Не забавно ли, что наши «редкие комментаторские удачи», как их высокомерно называет Перцов, по убедительности ничем не отличаются от наших, с его точки зрения, сплошных комментаторских неудач и откровенных провалов. Логика аргументации и полнота доказательства, если можно так выразиться, там и там абсолютно одинакова. Претензия на строгую научность, объективность и беспристрастность, за которые он так ратует, как-то не вяжется с самим тоном большой рецензии: мы – «пся-кровь», «пары» (надо полагать – удушливые, смердящие), наша книга – «чистейшей воды самозванство», «бьет на эффект» и отличается «ложной значительностью и дешевой эстрадной эффектностью», у рецензента «навязчивое ощущение бреда – или пародии».

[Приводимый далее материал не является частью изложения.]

// Averaging times re-run the estimator over the store's raw captures; every
// row of summary.csv equals replay of its profile over the re-estimated
// trend tune wrote for its averaging time.
func TestTuneCommandAveraging(t *testing.T) {
	data := t.TempDir()
	db, err := store.Open(data, store.Options{})
	if err != nil {
		t.Fatal(err)
	}
	// bed-2: 100 s of raw PPG at 50 Hz (ppgmodel, resting adult) with an
	// 8 s dip to 80 % at 60 s (invented); cot-9 streamed summaries only.
	const rate, chunk, t0 = 50, 50, int64(1_790_000_000_000)
	src := ppgmodel.New(ppgmodel.Config{SampleRateHz: rate, ADCBits: 16, Seed: 21})
	b := &store.Batch{Devices: []*store.Device{{ID: "bed-2", Mode: "raw", RedNM: 660, IRNM: 940, ADCBits: 16, Calibration: "empirical"},
		{ID: "cot-9", Mode: "summary"}}}
	red, ir := make([]float64, chunk), make([]float64, chunk)
	for k := range int64(100) {
		v := ppgmodel.DefaultVitals()
		if k >= 60 && k < 68 {
			v.SpO2Pct = 80
		}
		src.Fill(red, ir, nil, v)
		rc := store.RawCapture{Device: "bed-2", Seq: uint64(k + 1), DeviceTimeMS: t0 + k*1000, RateHz: rate}
		for i := range red {
			rc.Red, rc.IR = append(rc.Red, uint32(red[i])), append(rc.IR, uint32(ir[i]))
		}
		b.Raw = append(b.Raw, rc)
	}
	if err := db.Write(b); err != nil {
		t.Fatal(err)
	}
	if err := db.Close(); err != nil {
		t.Fatal(err)
	}
	dir := t.TempDir()
	grid := writeFile(t, dir, "grid.yaml", "base: adult-ward-pilot\naveraging: [4s, 16s]\nsweep:\n  spo2_low.limit: [88, 90]\n"+
		"  spo2_low.delay: [0s]\nreference:\n  rule: {below: 85, for: 3s}\n")
	out := filepath.Join(dir, "out")
	code, stdout, stderr := replayRun(t, "", "tune", "--grid", grid, "--data", data, "--out", out)
	if code != 0 {
		t.Fatalf("exit %d: %s", code, stderr)
	}
	if !strings.Contains(stderr, "warning: 1 of 2 devices have no raw captures and are left out: cot-9") ||
		!strings.Contains(stderr, "estimate: 1/1 units done (100%)") {
		t.Errorf("stderr %q: want the skipped device named and estimation progress", stderr)
	}
	if !strings.Contains(stdout, "4 profiles (2 averaging times x 2) over 1 devices with raw captures (of 2 in the store), 100 raw chunks") {
		t.Errorf("stdout %q: want the devices used and the chunks re-estimated", stdout)
	}
	recs := readCSV(t, filepath.Join(out, "summary.csv"))
	if len(recs) != 5 || recs[0][1] != "averaging" || recs[0][2] != "spo2_low.limit" || recs[1][1] != "4s" || recs[4][1] != "16s" {
		t.Fatalf("summary %v: want 4 rows with an averaging column first (4s, then 16s)", recs)
	}
	low := map[string]int{} // spo2_low episodes by averaging time
	for _, rec := range recs[1:] {
		trend := filepath.Join(out, "trends", "averaging-"+rec[1]+".csv")
		readCSV(t, trend) // starts with the caution line; replay reads it as is
		code, eps, stderr := replayRun(t, "", "replay", "--profile", filepath.Join(out, "profiles", rec[0]+".yaml"), "--in", trend)
		if code != 0 {
			t.Fatalf("replay %s over %s: exit %d: %s", rec[0], trend, code, stderr)
		}
		n := strings.Count(afterCaution(t, "replay output", eps), "\n") - 1
		if rec[4] != strconv.Itoa(n) {
			t.Errorf("%s (averaging %s): summary episodes %s, replay lists %d", rec[0], rec[1], rec[4], n)
		}
		low[rec[1]] += strings.Count(eps, ",spo2_low,")
	}
	// The 8 s dip is followed at 4 s and smoothed at 16 s: with no delay,
	// no more spo2_low alarms with the longer window, and some with the
	// shorter. (Other conditions may go either way: smoothing also spreads
	// the dip in time, past the desaturation condition's 10 s delay.)
	if low["4s"] == 0 || low["16s"] > low["4s"] {
		t.Errorf("spo2_low episodes %v: want some at 4s and no more at 16s", low)
	}
	if b, err := os.ReadFile(filepath.Join(out, "report.html")); err != nil || !strings.Contains(string(b), "re-estimated from 100 raw chunks") {
		t.Errorf("report.html: %v; want it to say the trends were re-estimated", err)
	}
}

// The trends tune re-estimates from raw captures at the estimator's default
// averaging time are the ones the gateway estimated live from the same
// chunks: every point at the same time with the same values (the store
// keeps float32). The simulated fleet's clocks drift and some chunks are
// sent corrupt and rejected, so the restart rules are exercised too.
// Reconnects are left out: the gateway restarts the estimator with every
// new stream, and the store does not record which stream a capture came
// from (internal/tune/doc.go, caveat).
func TestTuneReestimationMatchesLiveGateway(t *testing.T) {
	if testing.Short() {
		t.Skip("process test")
	}
	data := t.TempDir()
	c := startServe(t, data, "--capture-raw")
	start := time.Now().Add(-time.Hour).Truncate(time.Second)
	rep, err := sim.Run(context.Background(), sim.Options{Gateway: c.grpcAddr, Devices: 3, IDPrefix: "bay", Mode: sim.ModeRaw,
		RateHz: 50, Speed: 20, Duration: 3 * time.Second, Seed: 4, Start: start, ClockDriftPPM: 20000, CorruptRate: 0.03})
	if err != nil {
		t.Fatal(err)
	}
	if rep.FramesAcked == 0 || rep.UnackedAtEnd != 0 {
		t.Fatalf("simulator: %+v", rep)
	}
	if err := c.cmd.Process.Signal(syscall.SIGTERM); err != nil {
		t.Fatal(err)
	}
	if err := <-c.exited; err != nil {
		t.Fatalf("serve after SIGTERM: %v\n%s", err, c.stderr)
	}
	est, err := tune.EstimateStore(context.Background(), data, tune.Filter{}, []float64{estimator.DefaultAveragingS}, tune.EstimateOptions{})
	if err != nil {
		t.Fatal(err)
	}
	db, err := store.Open(data, store.Options{ReadOnly: true})
	if err != nil {
		t.Fatal(err)
	}
	defer db.Close()
	f32 := func(v float64) float64 { return float64(float32(v)) }
	same := func(a, b float64) bool { return f32(a) == b || (math.IsNaN(a) && math.IsNaN(b)) }
	valid := 0
	for _, tr := range est.Trends[0] {
		var live []store.Point
		if err := db.Trend(tr.Device, 0, math.MaxInt64/2, func(p store.Point) bool { live = append(live, p); return true }); err != nil {
			t.Fatal(err)
		}
		if len(live) != len(tr.Samples) {
			t.Errorf("%s: %d points re-estimated, %d stored live", tr.Device, len(tr.Samples), len(live))
		}
		for i := range min(len(live), len(tr.Samples)) {
			s, p := tr.Samples[i], live[i]
			if int64(math.Round(s.T*1000)) != p.TimeMS || !same(s.SpO2, p.SpO2) || !same(s.Pulse, p.Pulse) || !same(s.PI, p.PI) || !same(s.SQI, p.SQI) {
				t.Fatalf("%s point %d: re-estimated %+v, live %+v", tr.Device, i, s, p)
			}
			if p.SpO2 == p.SpO2 {
				valid++
			}
		}
	}
	if len(est.Trends[0]) != 3 || valid == 0 {
		t.Fatalf("%d devices, %d valid SpO2 points: the run did not exercise the comparison", len(est.Trends[0]), valid)
	}
	t.Logf("%d devices, %d chunks, %d restarts, %d valid SpO2 points; sim rejected %d", len(est.Trends[0]), est.Chunks, est.Restarts, valid, rep.Rejected)
}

Парадоксальным образом у перцовского текста нет адресата – она рассчитана на тех, кому не нужны ни аргументы, ни доказательства, ни, наконец, подобие какой-то критики, просто потому что они бросили читать «Миры…» где-то на предисловии и заранее согласны со всеми нападками Перцова. Те же, кого книга заинтересует, просто не поймут наскального рисунка зубной боли нашего генерала. Куда как строже и академичнее было бы сказать: «В силу некомпетентности я не обсуждаю собственно философскую часть этой книги». Так нет, Н. П. сразу, без всякой там пощады, своих кровей гремящую рать бросает на философию, в которой ничего не смыслит. Мы, мол, цитируем модных философов и по большей части совершенно некстати. Да мы за каждую цитату ответим на Страшном суде и выиграем дело.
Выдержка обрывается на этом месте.